§ What you need to do: A verbatim reproduction of the lines below, from the line containing "const mine = new Set(Object.values(ids))" through the line containing "expect(await found('%')).toEqual([])", both ends included, is the whole required output.

§ Available data:
== == ==

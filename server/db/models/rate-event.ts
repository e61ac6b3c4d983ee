import { DataTypes, Model, type CreationOptional, type InferAttributes, type InferCreationAttributes, type Sequelize } from 'sequelize'

/**
 * Events that public routes count in a sliding window (a refused link from an address, a reset asked for
 * an e-mail). In the database, like sign-in attempts, so the limits hold across app servers.
 */
export class RateEvent extends Model<InferAttributes<RateEvent>, InferCreationAttributes<RateEvent>> {
  declare id: CreationOptional<number>
  declare bucket: string
  declare subject: string
  declare createdAt: CreationOptional<Date>

  static initModel(sequelize: Sequelize) {
    RateEvent.init({
      id: { type: DataTypes.BIGINT.UNSIGNED, autoIncrement: true, primaryKey: true },
      bucket: { type: DataTypes.STRING(32), allowNull: false },
      subject: { type: DataTypes.STRING(254), allowNull: false },
      createdAt: DataTypes.DATE
    }, { sequelize, tableName: 'rate_events', updatedAt: false })
  }
}
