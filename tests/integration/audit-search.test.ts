import { afterAll, beforeAll, describe, expect, it } from 'vitest'
import { AuditEntry, DEFAULT_ORGANISATION_SETTINGS, Organisation, Round, User, Village } from '../../server/db/models'
import { closeTestDatabase, testDatabase } from '../support/database'
import { uniqueEmail } from '../support/outbox'
import { type Client, DEMO, demoUser, freshClient } from '../support/server'

// The audit log's search box, as an admin types into it: any part of a name or word, in any case, across who did
// it, what was done and to which record. An invented organisation of its own, so the counts are exact.
let admin: Client
const ids: Record<string, number> = {}

beforeAll(async () => {
  testDatabase()
  const suffix = Math.random().toString(36).slice(2, 8)
  const organisation = await Organisation.create({ name: 'Mopane Flats Growers', slug: `mopane-flats-${suffix}`, settings: DEFAULT_ORGANISATION_SETTINGS })
  const { passwordHash } = (await User.findOne({ where: { email: demoUser('admin').email } }))!
  const person = (role: 'admin' | 'enumerator', name: string) => User.create({
    organisationId: organisation.id, email: uniqueEmail(name.split(' ')[0]!.toLowerCase()), name, role, passwordHash, lastSignInAt: null
  })
  const boss = await person('admin', 'Nyasha Quillfeather')
  const worker = await person('enumerator', 'Ruvimbo Tembo')
  const round = await Round.create({ organisationId: organisation.id, name: 'Groundnut trial 2026', technology: 'groundnut seed', season: '2026', currentVersionId: null })
  const village = await Village.create({ organisationId: organisation.id, code: 'KSG', name: 'Kasenga', district: 'Lumezi', centreLat: -12.5, centreLon: 32.1, boundary: null })
  const entry = (actor: User, action: string, entityType: string, entityId: number) => AuditEntry.create({
    organisationId: organisation.id, actorUserId: actor.id, actorEmail: actor.email, action, entityType, entityId: String(entityId), ip: null, details: null
  })
  ids.role = (await entry(boss, 'user.role_changed', 'user', worker.id)).id
  ids.closed = (await entry(boss, 'round.closed', 'round', round.id)).id
  ids.village = (await entry(boss, 'village.create', 'village', village.id)).id
  ids.signin = (await entry(worker, 'signin', 'user', worker.id)).id
  admin = freshClient()
  await admin.signIn(boss.email, DEMO.password)
})
afterAll(closeTestDatabase)

async function found(q: string, more = '') {
  const answer = await admin.get<{ items: Array<{ id: number }>, total: number }>(`/api/audit?q=${encodeURIComponent(q)}${more}`)
  expect(answer.status).toBe(200)
  // The admin's own sign-in to this test is in the log too: only the four entries made above are counted.
  const mine = new Set(Object.values(ids))
  return answer.body.items.map(i => Number(i.id)).filter(id => mine.has(id)).sort((a, b) => a - b)
}

describe('searching the audit log', () => {
  it('finds a person by any part of their name, in any case, as the one who acted or as the record', async () => {
    expect(await found('QUILLFEATH')).toEqual([ids.role, ids.closed, ids.village])
    expect(await found('tembo')).toEqual([ids.role, ids.signin])
  })

  it('finds actions by their words, and records by their names and codes', async () => {
    expect(await found('role')).toEqual([ids.role])
    expect(await found('Closed')).toEqual([ids.closed])
    expect(await found('nut tri')).toEqual([ids.closed])
    expect(await found('kaseng')).toEqual([ids.village])
    expect(await found('ksg')).toEqual([ids.village])
    expect(await found('village')).toEqual([ids.village])
  })

  it('needs every word typed, keeps wildcards literal and combines with the other filters', async () => {
    expect(await found('closed groundnut')).toEqual([ids.closed])
    expect(await found('closed kasenga')).toEqual([])
    expect(await found('%')).toEqual([])
    expect(await found('_')).toEqual([])
    expect(await found('tembo', '&action=signin')).toEqual([ids.signin])
    expect(await found('quillfeather', '&entity=round')).toEqual([ids.closed])
    const csv = await admin.request('GET', '/api/audit/export?q=groundnut')
    expect(csv.status).toBe(200)
    expect(String(csv.body).split('\r\n').filter(Boolean)).toHaveLength(2)
  })

  it('refuses a search longer than a person types', async () => {
    expect((await admin.get(`/api/audit?q=${'a'.repeat(101)}`)).status).toBe(400)
  })
})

== == ==

§ Task output:
  const mine = new Set(Object.values(ids))
  return answer.body.items.map(i => Number(i.id)).filter(id => mine.has(id)).sort((a, b) => a - b)
}

describe('searching the audit log', () => {
  it('finds a person by any part of their name, in any case, as the one who acted or as the record', async () => {
    expect(await found('QUILLFEATH')).toEqual([ids.role, ids.closed, ids.village])
    expect(await found('tembo')).toEqual([ids.role, ids.signin])
  })

  it('finds actions by their words, and records by their names and codes', async () => {
    expect(await found('role')).toEqual([ids.role])
    expect(await found('Closed')).toEqual([ids.closed])
    expect(await found('nut tri')).toEqual([ids.closed])
    expect(await found('kaseng')).toEqual([ids.village])
    expect(await found('ksg')).toEqual([ids.village])
    expect(await found('village')).toEqual([ids.village])
  })

  it('needs every word typed, keeps wildcards literal and combines with the other filters', async () => {
    expect(await found('closed groundnut')).toEqual([ids.closed])
    expect(await found('closed kasenga')).toEqual([])
    expect(await found('%')).toEqual([])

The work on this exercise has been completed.